Hamiltonian graph

Solarmew

Suppose G is a HC (Hamiltonian-connected) graph on n >= 4 vertices. Show that connectivity of G is 3.
I tried starting by saying that there would be at least 4C2=6 unique hamiltonian paths. But then I'm not sure where to go from here.
Any hints would be appreciated.

haruspex

I assume this is edge connectivity.
Suppose there's a cutset of two edges. In relation to these edges, find two points for which there can only be a Hamiltonian path between them under very restrictive conditions.

Solarmew

it's vertex connectivity, sorry >.> so the smallest number of vertices in any vertex cut of G is 3

haruspex

OK, same deal, only easier. You're trying to prove connectivity >= 3. So assume false. That means there's a pair vertices whose removal would leave a disconnected graph. Is there a Hamiltonian path between them?

Solarmew

There is. Since G is HC, there's a Hamiltonian Path b/w every two pairs of vertices.
But i'm not sure how there being a path is helpful >.>
hm, lemme think about that for a sec...

haruspex

No, I mean take any graph that has a pair of vertices whose removal would render the graph disconnected.
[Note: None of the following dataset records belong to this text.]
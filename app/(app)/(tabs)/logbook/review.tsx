import { Stack } from 'expo-router';
import { ReviewScreen } from '@/components/logbook/review-screen';

export default function RatioReviewRoute() {
  return (
    <>
      <Stack.Screen options={{ title: 'Ratio review · Carbwright' }} />
      <ReviewScreen />
    </>
  );
}
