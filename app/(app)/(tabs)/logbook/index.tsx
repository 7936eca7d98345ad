import { Stack } from 'expo-router';
import { HistoryScreen } from '@/components/logbook/history-screen';

export default function LogbookRoute() {
  return (
    <>
      <Stack.Screen options={{ title: 'Logbook · Carbwright' }} />
      <HistoryScreen />
    </>
  );
}
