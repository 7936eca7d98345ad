/** A pair of names for the same food, both normalised (see normaliseSearchText). */
export type SynonymPair = { term: string; equivalent: string };

/** One concept of the query: the words as typed, or any of their other names; each alternative is a list of words. */
export type QueryGroup = { typed: string[]; alternatives: string[][] };

/**
 * Splits normalised query words into groups: a run of words that is a synonym's term or equivalent (longest first)
 * becomes one group whose alternatives are the run itself and every other name of it; other words stand alone.
 */
export function groupQuery(words: string[], synonyms: SynonymPair[]): QueryGroup[] {
  const others = new Map<string, Set<string>>();
  const link = (a: string, b: string) => {
    if (!others.has(a)) others.set(a, new Set());
    others.get(a)!.add(b);
  };
  for (const s of synonyms) {
    link(s.term, s.equivalent);
    link(s.equivalent, s.term);
  }
  const groups: QueryGroup[] = [];
  let i = 0;
  while (i < words.length) {
    let taken = 0;
    for (let len = Math.min(4, words.length - i); len >= 1 && !taken; len--) {
      const run = words.slice(i, i + len).join(' ');
      const alt = others.get(run);
      if (alt) {
        groups.push({ typed: words.slice(i, i + len), alternatives: [words.slice(i, i + len), ...[...alt].map((a) => a.split(' '))] });
        taken = len;
      }
    }
    if (!taken) {
      groups.push({ typed: [words[i]], alternatives: [[words[i]]] });
      taken = 1;
    }
    i += taken;
  }
  return groups;
}

/** A tsquery term for one word; the last typed word may also be a prefix (typing in progress). */
const term = (w: string, prefix: boolean) => (prefix ? `(${w} | ${w}:*)` : w);

/** One group as tsquery text: any of its alternatives, each with all of its words. */
export function groupTsQuery(g: QueryGroup, prefixLast: boolean): string {
  return `(${g.alternatives.map((alt) => alt.map((w, k) => term(w, prefixLast && k === alt.length - 1 && alt === g.alternatives[0])).join(' & ')).join(' | ')})`;
}

/**
 * The tsquery texts search uses (words are letters and digits only, so no operator can be injected):
 * `all` every group (the last typed word also as a prefix when `prefix`), `strict` the same without the prefix,
 * `any` at least one group (for ranking a food whose name starts with one of the words).
 */
export function foodTsQueries(groups: QueryGroup[], prefix: boolean): { all: string; strict: string; any: string } {
  const last = groups.length - 1;
  return {
    all: groups.map((g, i) => groupTsQuery(g, prefix && i === last)).join(' & '),
    strict: groups.map((g) => groupTsQuery(g, false)).join(' & '),
    any: groups.map((g) => groupTsQuery(g, false)).join(' | '),
  };
}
Draw a diagram. How could it have a Hamiltonian path between those two vertices?

Solarmew

ooooh, there isn't a HP b/w them, i lied ... i was just testing ya XD .... by doodling it out i can kinda see it i think +.+ but i'm not sure how to put it in words ...
like if by removing those two vertices (let's say u,v) we disconnected the graph, that would mean that the only paths from one component to the other were through u and v. But that would mean that if we tried to find a Hamiltonian path from u to v we would not be able to go from one block of G to the other without passing through v, so we would only be able to go through the vertices of one block of G before inevitably ending up at v.
gah ... that doesn't sound very convincing >.< ... i need to work on my proof speak :<

haruspex

Yes, that's the argument.

Solarmew

= ^.^ = thanks, i appreciate your help!